Our project to make text mining more accessible to students across a variety of disciplines will continue this summer and again during the fall semester. In addition to the projects described above, we have bigger ambitions in mind. We hope, for instance, to connect Spark with NetsBlox, allowing students to kick off big data queries from within a block-based environment. We are also looking at ways to move our notebooks from Google Colab to Spark by using services like Zeppelin on Amazon Elastic Map Reduce or Databricks. We also want to integrate tools like Rumble to bring our XQuery and Spark groups into closer alignment.

Beyond these technical goals, we aim to consolidate what we learned from moving our working group online. While we had to move in a rush due to the pace of events, we managed to put together solid building blocks for our next semesters. Indeed, the set of tools that we turned to when moving online will remain in our teaching arsenal whether we meet in person, online, or in some hybrid during the fall. In that sense, we are ready for the so-called Hyflex that has attracted widespread attention recently.
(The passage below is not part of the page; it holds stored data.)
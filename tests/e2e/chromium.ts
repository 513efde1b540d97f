// Debian's Chromium, never a browser downloaded by the test tool (the network here only reaches npm and Debian).
export const chromiumLaunch = {
  executablePath: process.env.HOLDFAST_CHROMIUM ?? '/usr/bin/chromium',
  args: [
    '--headless',
    '--no-sandbox',
    '--disable-gpu',
    '--disable-quic',
    '--no-first-run',
    '--disable-background-networking',
    '--disable-component-update',
    '--disable-sync',
  ],
}
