import { randomBytes, randomUUID } from 'node:crypto'
import type { Server } from 'node:http'
import { mkdtempSync, rmSync } from 'node:fs'
import { tmpdir } from 'node:os'
import path from 'node:path'
import { pathToFileURL } from 'node:url'
import { pino } from 'pino'
import { openDatabase } from '@db/client'
import { createApp } from '../../server/app'
import { loadDemoIfEmpty } from '../../server/demo/index'
import { localFileStore } from '../../server/files/index'
import { anotherVehicle, towInBody } from '../helpers/tow-in'
import { HttpClient } from './http-client'

// The demo yard's manager and office clerk (server/demo), as in the load bench.
const MANAGER = { email: 'ruben@tamsincreek.example', password: 'quarry-spur-demo' }
const OFFICE = { email: 'priya@tamsincreek.example', password: 'quarry-spur-demo' }

export interface OperationCost {
  /** Statements sent to the database per request (drizzle's logger), the mean over the rounds. */
  queries: number
  /** CPU time of this process per request: server and the bench's own client together, so a ratio, not an absolute. */
  cpuMs: number
}

/**
 * Each operation of the load bench's workload alone, one request at a time, on the demo yard in an
 * in-memory database in this process: how many statements it sends and how much CPU it takes. Counts
 * do not depend on how busy the machine is, so they say whether a change made a request do more work.
 */
export async function costPerRequest(port: number, rounds = 20): Promise<Record<string, OperationCost>> {
  let queries = 0
  // HOLDFAST_SHOW_QUERIES=<operation> prints that operation's statements, to see what it sends.
  const show = process.env.HOLDFAST_SHOW_QUERIES
  let current = ''
  const handle = await openDatabase({ kind: 'memory' }, undefined, {
    logQuery: (query) => {
      queries++
      if (show && current === show) console.log(`${show}: ${query.slice(0, 160)}`)
    },
  })
  const filesDir = mkdtempSync(path.join(tmpdir(), 'holdfast-per-request-'))
  let server: Server | undefined
  try {
    await handle.migrate()
    const historyKey = randomBytes(32)
    const files = localFileStore(filesDir)
    await loadDemoIfEmpty(handle.db, historyKey, new Date(), path.resolve('server/rule-sets/samples'), files)
    const app = createApp({ db: handle.db, historyKey, files, log: pino({ level: 'silent' }), sessionSecret: randomBytes(32).toString('hex'), version: 'bench' })
    server = await new Promise<Server>((resolve) => {
      const s = app.listen(port, '127.0.0.1', () => resolve(s))
    })
    const base = `http://127.0.0.1:${port}`
    const desk = await new HttpClient(base).signIn(MANAGER)
    const counter = await new HttpClient(base).signIn(OFFICE)
    const totals = new Map<string, { queries: number; cpuUs: number; n: number }>()
    const measure = async (op: string, send: () => Promise<{ status: number; body: Record<string, unknown> }>) => {
      current = op
      const q = queries
      const cpu = process.cpuUsage()
      const res = await send()
      const used = process.cpuUsage(cpu)
      current = ''
      if (res.status >= 300) throw new Error(`${op}: ${res.status} ${JSON.stringify(res.body).slice(0, 200)}`)
      const t = totals.get(op) ?? { queries: 0, cpuUs: 0, n: 0 }
      t.queries += queries - q
      t.cpuUs += used.user + used.system
      t.n += 1
      totals.set(op, t)
      return res
    }
    // One round unmeasured: the first board read builds the yard's snapshot, the first of anything warms the code.
    for (let round = -1; round < rounds; round++) {
      const m = round < 0 ? async (_op: string, send: () => Promise<{ status: number; body: Record<string, unknown> }>) => send() : measure
      await m('board', () => desk.call('GET', '/api/board'))
      const towed = await m('tow-in', () => desk.call('POST', '/api/vehicles', towInBody(desk.userId, anotherVehicle)))
      const id = String(towed.body.id)
      await m('move', () => desk.call('POST', `/api/vehicles/${id}/moves`, { to: 'teardown', version: Number(towed.body.version ?? 1) }))
      await m('quote', () => desk.call('POST', '/api/quotes/storage', { ruleSetId: 'california-sample', stay: { arrivedAt: '2026-03-01T12:00:00Z', vehicleClass: 'standard' }, asOf: '2026-03-04T12:00:00Z' }))
      await m('payment', () => counter.call('POST', `/api/vehicles/${id}/payments`, { idempotencyKey: randomUUID(), method: 'cash', amountCents: 100, tenderedCents: 100 }))
    }
    return Object.fromEntries([...totals].map(([op, t]) => [op, { queries: Math.round((t.queries / t.n) * 10) / 10, cpuMs: Math.round(t.cpuUs / t.n / 100) / 10 }]))
  } finally {
    await new Promise((r) => (server ? server.close(r) : r(undefined)))
    server?.closeAllConnections()
    await handle.close()
    rmSync(filesDir, { recursive: true, force: true })
  }
}

if (process.argv[1] && import.meta.url === pathToFileURL(process.argv[1]).href) console.log(JSON.stringify(await costPerRequest(Number(process.env.PORT ?? 3394), Number(process.env.ROUNDS ?? 20)), null, 2))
By making it possible for students to contribute effectively to our project without having to gather in person or in a Zoom classroom, we hope to foster independence, experimentation, and provide better training for the projects they may undertake in the classrooms and work places of the future.

Thanks to the Computational Thinking and Learning Initiative, the Vanderbilt University Library, the Center for Digital Humanities, and the Mellon Partners for Humanities Education for supporting the Text Mining Working Group at Vanderbilt University. Many thanks also to Brian Broll and Sarah Burriss for helpful editorial suggestions.